MFSM: Chinese-English sentence alignment based on multi- feature self-attention mechanism fusion
MFSM: Chinese-English sentence alignment based on multi- feature self-attention mechanism fusion
Blog Article
Bilingual parallel corpora is a very important basic resource in the research field of natural language processing based on statistics.There are cross alignment and empty alignment in Chinese-English bilingual text, it is easy to affect the effect of Chinese-English sentence alignment.Therefore, we propose a novel Chinese-English sentence alignment method based on multi-feature self-attention mechanism fusion.

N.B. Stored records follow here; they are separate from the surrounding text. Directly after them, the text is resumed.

"""Write the sample: `python -m tests.sample.generate OUTDIR [TRUTHDIR]`."""

import gzip
import io
import json
import shutil
import sys
from pathlib import Path

import polars as pl
from pyarrow import parquet

if not __package__:
    sys.path.insert(0, str(Path(__file__).resolve().parents[2]))

from tests.sample import masters, monthly, planted, surroundings, tills, weekly
from tests.sample.assortment import Item, assortment
from tests.sample.behaviour import Behaviour, behaviour
from tests.sample.deliveries import MARKS, Delivery
from tests.sample.market import FEEDS, Market, read_market

HERE = Path(__file__).resolve().parent


def write_sample(out: Path, truth: Path) -> None:
    """Write the sample below `out`, and the truth it was made from into the folder `truth`."""
    market = read_market()
    items = {feed: assortment(market, market.chain(feed)) for feed in FEEDS}
    seen = {feed: behaviour(items[feed]) for feed in FEEDS}
    files = deliveries(market, seen)
    listed = masters.item_masters(market, items)
    for delivery in files:
        _write_delivery(out / delivery.path, delivery)
    _write_surroundings(out, market, items, listed)
    shutil.copyfile(HERE / "plan_template.toml", out / "plan.toml")
    _write_truth(truth, planted.facts(files, seen, listed), market)


def deliveries(market: Market, seen: dict[str, Behaviour]) -> list[Delivery]:
    """Return every file of the three chains."""
    return [
        *weekly.weekly_deliveries(seen["brindlow"], market.chain("brindlow")),
        *tills.till_deliveries(seen["kestrin"], market.chain("kestrin")),
        *monthly.monthly_deliveries(seen["ombray"]),
    ]


def _write_delivery(path: Path, delivery: Delivery) -> None:
    path.parent.mkdir(parents=True, exist_ok=True)
    if delivery.feed == "ombray":
        path.write_bytes(_zipped(monthly.csv_bytes(delivery.frame)))
        return
    frame = delivery.frame.drop(MARKS)
    delta = {"kestrin": ["sold_utc", "till_line"], "brindlow": []}[delivery.feed]
    _write_parquet(path, tills.exact(frame) if delivery.feed == "kestrin" else frame, delta)


def _write_surroundings(out: Path, market: Market, items: dict[str, tuple[Item, ...]], listed: masters.Masters) -> None:
    tables = {
        "items/brindlow_items.csv": listed.tables["brindlow"],
        "items/ombray_items.csv": listed.tables["ombray"],
        "classification/headings.csv": surroundings.headings(market),
        "classification/assignment.csv": masters.assignment(market, items, listed),
        "weights/survey_weights.csv": surroundings.weights(market),
        "outside/rents.csv": surroundings.rents(),
    }
    for name, table in tables.items():
        path = out / name
        path.parent.mkdir(parents=True, exist_ok=True)
        table.write_csv(path)
    _write_parquet(out / "items/kestrin_items.parquet", listed.tables["kestrin"], [])


def _write_truth(truth: Path, facts: planted.Facts, market: Market) -> None:
    truth.mkdir(parents=True, exist_ok=True)
    surroundings.truth(market).write_csv(truth / "truth.csv")
    text = json.dumps(facts, indent=1, ensure_ascii=False) + "\n"
    (truth / "planted.json").write_text(text, encoding="utf-8")
    (truth / "truth_notes.md").write_text(planted.notes(facts), encoding="utf-8")


def _write_parquet(path: Path, frame: pl.DataFrame, delta: list[str]) -> None:
    parquet.write_table(
        frame.to_arrow(compat_level=pl.CompatLevel.oldest()),
        path,
        compression="zstd",
        compression_level=15,
        use_dictionary=[name for name in frame.columns if name not in delta],
        column_encoding=dict.fromkeys(delta, "DELTA_BINARY_PACKED") or None,
        store_schema=False,
        store_decimal_as_integer=True,
    )


def _zipped(content: bytes) -> bytes:
    buffer = io.BytesIO()
    with gzip.GzipFile(filename="", mode="wb", compresslevel=9, fileobj=buffer, mtime=0) as stream:
        stream.write(content)
    return buffer.getvalue()


if __name__ == "__main__":
    folders = [Path(argument) for argument in sys.argv[1:]]
    if not 1 <= len(folders) <= 2:
        sys.exit("usage: python -m tests.sample.generate OUTDIR [TRUTHDIR]")
    write_sample(folders[0], folders[1] if len(folders) == 2 else HERE)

First, the long features of Chinese-English bilingual sentences are integrated into the Glove word vector.Then bidirectional gated recurrent unit is used to encode the feature word vector nacrack.com to obtain more fine-grained sentence local information.Second, the interactive attention mechanism is introduced to extract global information in bilingual sentences to ensure the effective use of contextual semantic features.
Finally, the Kuhn-Munkres (KM) algorithm is introduced on the basis of multi-layer perceptron, which can deal with non-monotonic aligned text and improve the generalization ability of the model.Experiments show that, the F index with the proposed method exceeds 90%, the proposed method can effectively improve the correct 3m speedglas 9002nc rate and recall rate of sentence alignment, and improve the construction efficiency of Chinese-English parallel corpora.